ANOVA for continuous and chi square of fisher exact test for categorical variables

Data regarding gastroesophageal reflex, mMRC, bronchodilator response, 6-min-walk-test distance, TLV, Pi10, gas trapping and emphysema were missing in 1,2,6,11,21,103,119,333, and 103 participants, respectively.

ICS = inhaled glucocorticosteroids; IQR = interquartile range; LABA = long acting beta-agonist; LAMA = long acting muscarinic antagonist; mMRC = modified Medical Research Council scale, post-FEV1% predicted = post-bronchodilator forced expiratory volume in 1 s %predicted; post-FVC% predicted = post-bronchodilator forced vital capacity %predicted, Pi10 = square root of wall area for a hypothetical airway with an internal perimeter of 10 mm; TLV = total lung volume at maximum inspiratory volumes measure by chest CT.

In frequent exacerbators during a median follow-up time of 7.4 years (interquartile range = 5.7–8.8), the median count of exacerbations was 18 with a range of 6–36 (interquartile range = 13–22) and median count of severe exacerbations was 4 with a range of 0–28 (interquartile range = 1–8).

Lung function (every 10% increase in FEV1%predicted with an odds ratio (OR) = 0.82; 95%CI = 0.68–0.99), 6-min walk distance (every 100 ft increase; OR = 0.94; 95%CI = 0.88–1.00),%emphysema (every 1%; OR = 1.05; 95%CI = 1.02–1.07), dyspnea (OR = 2.35; 95%CI = 1.41–4.00), chronic bronchitis (OR = 1.85; 95%CI = 1.17–2.90), history of asthma (OR = 2.13; 95%CI = 1.35–3.34), history of acute bronchitis and/or pneumonia (OR = 2.04; 95%CI = 1.17–3.77), and history of cancer (OR = 1.95; 95%CI = 1.05–3.45) were associated with the frequent exacerbator group (Supplement Table 1). Analysis after multiple imputations for missing values showed almost identical findings.

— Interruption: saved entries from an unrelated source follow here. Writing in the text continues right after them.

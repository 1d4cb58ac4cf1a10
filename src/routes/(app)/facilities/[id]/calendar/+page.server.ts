import { error, fail } from '@sveltejs/kit';
import { message, setError, superValidate, type SuperValidated } from 'sveltekit-superforms';
import { zod4 } from 'sveltekit-superforms/adapters';
import { z } from 'zod';
import { openingWindows } from '$lib/booking/calendar';
import { BOOKING_STATES } from '$lib/booking/rules';
import { localSlotToInstants, weekOf } from '$lib/booking/week';
import { availableBookingActions } from '$lib/booking/workflow';
import {
	bookingFormSchema,
	bookingMoveFormSchema,
	bookingSchema,
	closureFormSchema,
	closureSchema,
	type BookingFormInput
} from '$lib/schemas/booking';
import { canBook } from '$lib/server/access';
import {
	bookableCampaigns,
	changeBooking,
	createBooking,
	createClosure,
	findBookingFor,
	listBookings,
	listClosures,
	proposeFor
} from '$lib/server/bookings';
import { getFacility } from '$lib/server/facilities';
import { requirePermission, requireUser } from '$lib/server/guards';
import { STATUS_OF_REFUSAL, type Refusal } from '$lib/server/outcome';
import type { Actions, PageServerLoad } from './$types';

/** Each campaign's booking form has its own id, so a refusal lands in that campaign's form. */
const bookFormId = (campaignId: string) => `book-${campaignId}`;
const CLOSURE_FORM_ID = 'closure';

export const load: PageServerLoad = async ({ locals, params, url }) => {
	const user = requireUser(locals);
	const facility = getFacility(locals.db, params.id);
	if (!facility) error(404, { message: 'No such facility.' });
	const day = url.searchParams.get('day');
	const week = weekOf(day ?? url.searchParams.get('week'), facility.timeZone);
	// The day view is one column of the same week, wider.
	const shown = day ? week.days.filter((d) => d.iso === day) : week.days;
	const booker = canBook(user);
	const now = Date.now();
	const bookable = booker ? bookableCampaigns(locals.db, facility.id) : [];
	const bookForms: Record<string, SuperValidated<BookingFormInput>> = {};
	for (const c of bookable) {
		bookForms[c.id] = await superValidate(
			{ campaignId: c.id, start: '', end: '', note: '' },
			zod4(bookingFormSchema),
			{ id: bookFormId(c.id), errors: false }
		);
	}
	return {
		facility,
		week,
		view: day && shown.length ? ('day' as const) : ('week' as const),
		days: shown.length ? shown : week.days,
		bookings: listBookings(locals.db, user, facility.id, week.from, week.to).map((b) => ({
			...b,
			actions: availableBookingActions(b.state, user)
		})),
		closures: listClosures(locals.db, facility.id, week.from, week.to),
		windows: openingWindows(
			facility.openingHours,
			facility.timeZone,
			week.from.getTime(),
			week.to.getTime()
		),
		canBook: booker,
		bookable: bookable.map((c) => ({
			...c,
			proposal: proposeFor(locals.db, facility.id, c.occupancy_s - c.booked_s, now)
		})),
		bookForms,
		closureForm: booker
			? await superValidate(
					{ kind: 'maintenance' as const, reason: '', start: '', end: '' },
					zod4(closureFormSchema),
					{ id: CLOSURE_FORM_ID, errors: false }
				)
			: null
	};
};

/** The facility, once the user may keep its calendar: checked before any form is read. */
function bookersFacility(locals: App.Locals, facilityId: string) {
	const user = requirePermission(locals, 'book-tunnel-time');
	const facility = getFacility(locals.db, facilityId);
	if (!facility) error(404, { message: 'No such facility.' });
	return { user, facility };
}

/** A refusal at its field where the form has one, else for the form as a whole. */
function refusalField<K extends string>(refusal: Refusal, fields: readonly K[]): K | '' {
	return fields.find((f) => f === refusal.field) ?? '';
}

const changeForm = z.object({ bookingId: z.string().min(1), state: z.enum(BOOKING_STATES) });

export const actions: Actions = {
	book: async ({ locals, params, request, url }) => {
		const { user, facility } = bookersFacility(locals, params.id);
		const posted = await request.formData();
		const form = await superValidate(posted, zod4(bookingFormSchema), {
			id: bookFormId(String(posted.get('campaignId') ?? ''))
		});
		if (!form.valid) return fail(400, { form });
		const slot = localSlotToInstants(form.data, facility.timeZone);
		if (!slot) return setError(form, 'start', 'Give a date and time.');
		// The write path's own schema: when the clocks go back, local times in order can name one instant.
		const input = bookingSchema.safeParse({ ...form.data, ...slot });
		if (!input.success) return setError(form, 'end', input.error.issues[0]!.message);
		const created = createBooking(locals.db, user, facility.id, input.data, url.origin);
		if (!created.ok)
			return setError(form, refusalField(created, ['start', 'end'] as const), created.message, {
				status: STATUS_OF_REFUSAL[created.code]
			});
		return message(form, 'Slot booked.');
	},

	move: async ({ locals, params, request, url }) => {
		const { user, facility } = bookersFacility(locals, params.id);
		const posted = await request.formData();
		const bookingId = String(posted.get('bookingId') ?? '');
		const found = findBookingFor(locals.db, user, bookingId, facility.id);
		if (!found.ok) error(STATUS_OF_REFUSAL[found.code], { message: found.message });
		const form = await superValidate(posted, zod4(bookingMoveFormSchema), {
			id: `move-${bookingId}`
		});
		if (!form.valid) return fail(400, { form });
		const slot = localSlotToInstants(form.data, facility.timeZone);
		if (!slot) return setError(form, 'start', 'Give a date and time.');
		const moved = changeBooking(locals.db, user, bookingId, slot, url.origin);
		if (!moved.ok)
			return setError(form, refusalField(moved, ['start', 'end'] as const), moved.message, {
				status: STATUS_OF_REFUSAL[moved.code]
			});
		return message(form, 'Slot moved.');
	},

	change: async ({ locals, params, request, url }) => {
		const { user, facility } = bookersFacility(locals, params.id);
		const posted = Object.fromEntries(await request.formData());
		const found = findBookingFor(locals.db, user, String(posted.bookingId ?? ''), facility.id);
		if (!found.ok) error(STATUS_OF_REFUSAL[found.code], { message: found.message });
		const parsed = changeForm.safeParse(posted);
		if (!parsed.success) return fail(400, { stepError: 'Choose what the slot becomes.' });
		const changed = changeBooking(
			locals.db,
			user,
			found.booking.id,
			{ state: parsed.data.state },
			url.origin
		);
		if (!changed.ok) return fail(STATUS_OF_REFUSAL[changed.code], { stepError: changed.message });
		return { changed: parsed.data.state };
	},

	close: async ({ locals, params, request }) => {
		const { user, facility } = bookersFacility(locals, params.id);
		const form = await superValidate(request, zod4(closureFormSchema), { id: CLOSURE_FORM_ID });
		if (!form.valid) return fail(400, { form });
		const slot = localSlotToInstants(form.data, facility.timeZone);
		if (!slot) return setError(form, 'start', 'Give a date and time.');
		// The write path's own schema: when the clocks go back, local times in order can name one instant.
		const input = closureSchema.safeParse({ ...form.data, ...slot });
		if (!input.success) return setError(form, 'end', input.error.issues[0]!.message);
		const created = createClosure(locals.db, user, facility.id, input.data);
		if (!created.ok)
			return setError(form, refusalField(created, ['start', 'end'] as const), created.message, {
				status: STATUS_OF_REFUSAL[created.code]
			});
		return message(form, 'Closure entered.');
	}
};
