import Stripe from 'stripe';
import type { Db } from '../db/open';
import { receivePaymentEvent, type PaidSession, type Receipt } from './receive-payment';
import type { PaymentService } from './service';

export type WebhookAnswer =
	| { ok: true; receipt: Receipt }
	| { ok: false; code: 'bad-signature' | 'invalid-event'; message: string };

/** The events that can pay an invoice; a card payment arrives paid with the first. */
const PAYING_EVENTS = new Set([
	'checkout.session.completed',
	'checkout.session.async_payment_succeeded'
]);

function paidSession(event: Stripe.Event): PaidSession | null {
	if (!PAYING_EVENTS.has(event.type)) return null;
	const session = event.data.object as Stripe.Checkout.Session;
	if (session.payment_status !== 'paid' || typeof session.id !== 'string') return null;
	return {
		sessionId: session.id,
		invoiceId: session.metadata?.invoiceId ?? session.client_reference_id ?? null,
		amount_minor: session.amount_total,
		currency: session.currency
	};
}

/** A verified body is the service's, yet its shape is checked before the database sees it. */
function isEvent(event: unknown): event is Stripe.Event {
	if (!event || typeof event !== 'object') return false;
	const { id, type, data } = event as Record<string, unknown>;
	const object = (data as Record<string, unknown> | null | undefined)?.object;
	return (
		typeof id === 'string' &&
		id.length <= 255 &&
		typeof type === 'string' &&
		type.length <= 255 &&
		!!object &&
		typeof object === 'object'
	);
}

function notAnEvent(): WebhookAnswer {
	console.warn('Payment webhook refused: a signed body that is not an event.');
	return { ok: false, code: 'invalid-event', message: 'The body is not an event.' };
}

/**
 * Handles one call of the payment service's webhook: the raw body is checked against the
 * signature header with the shared secret before anything in it is believed. Only the event's
 * id, type and the session's amount and invoice are read; nothing about the card is kept.
 */
export function receiveWebhook(
	db: Db,
	service: PaymentService,
	rawBody: string | Uint8Array,
	signature: string | null,
	origin: string
): WebhookAnswer {
	let event: Stripe.Event;
	try {
		event = service.stripe.webhooks.constructEvent(rawBody, signature ?? '', service.webhookSecret);
	} catch (error) {
		if (!(error instanceof Stripe.errors.StripeSignatureVerificationError)) return notAnEvent();
		// The SDK's first line says what failed (no header, no match, too old) and quotes nothing.
		console.warn(`Payment webhook refused: ${error.message.split('\n')[0]!.slice(0, 120)}`);
		return {
			ok: false,
			code: 'bad-signature',
			message: 'The Stripe-Signature header does not verify this body.'
		};
	}
	if (!isEvent(event)) return notAnEvent();
	return { ok: true, receipt: receivePaymentEvent(db, event, paidSession(event), origin) };
}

In the mortality analysis, there were 102 (10.4%) deaths in the group with no exacerbations, 119 (11.8%) in the exacerbator group, and 24 (22%) in the frequent exacerbator group (Fig. 1). After adjusting for age, sex, race, smoking pack-years, current smoking status, body mass index, lung function, and history of obstructive sleep apnea, the frequent exacerbator phenotype was associated with increased mortality (hazard ratio (HR) = 1.98; 95%CI = 1.25–3.13, p = 0.004) (Table 2). When we defined frequent exacerbator phenotype as ≥2 exacerbation/years, we observed similar findings (Supplement Table 2). After adjusting for age, sex, race, smoking pack-years, current smoking status, body mass index, lung function, and history of obstructive sleep apnea, an increase in frequency of exacerbations by one exacerbation/year was associated with increased mortality (HR = 1.40, 95%CI = 1.21–1.62, p < 0.001).

Fig. 1.

Crude survival in COPD participants with post-bronchodilator FEV1% predicted≥50% (n = 2,099) stratified by exacerbation group: i) No exacerbations (No exacerbation), ii)Exacerbations/year>0 and < 1.8 (Exacerbators), and iii) Exacerbation/year≥1.8 (Frequent Exacerbators).

Table 2

Association of exacerbation group with mortality in COPD participants with post-bronchodilator FEV1%predicted≥50% with at least 3 years follow up (n = 2,099).

	HR (95%CI)	P value
No Exacerbation (n = 981)	ref	ref
Exacerbators (n = 1,009)	0.91 (0.70, 1.20)	0.52
Frequent exacerbators (n = 109)	1.98 (1.25, 3.13)	0.004

Cox Proportional Hazards regression models for mortality included the following co-variates: age, sex, race, smoking status, smoking pack-years, body mass index(BMI), post-bronchodilator FEV1% predicted, and history of obstructive sleep apnea.

HR = hazard ratio.

Current or former smokers with normal spirometry (n = 3,143)

In current or former smokers with normal spirometry, the median duration of follow-up was 8.1 years (interquartile range = 6.9–8.9). The top 5% in exacerbation frequency (n = 185) had 0.8 or more exacerbations per year (frequent exacerbators), 743 had >0 exacerbations but less than 0.8 exacerbation a year (exacerbators), and 2,215 had no exacerbations. Table 3 shows the characteristics of the 3 groups. The count of total respiratory exacerbations was 3,548 for all participants with normal spirometry, 1620 (45.7%) for the exacerbators, and 1928 (54.3%) for the frequent exacerbators. The count of severe respiratory exacerbations was 1,086 for all participants with normal spirometry, 519 (44.8%) for the exacerbators, and 567 (55.2%) for the frequent exacerbators.

Table 3

Characteristics of current and former smokers with normal spirometry with at least 3 years follow up (n = 3,143).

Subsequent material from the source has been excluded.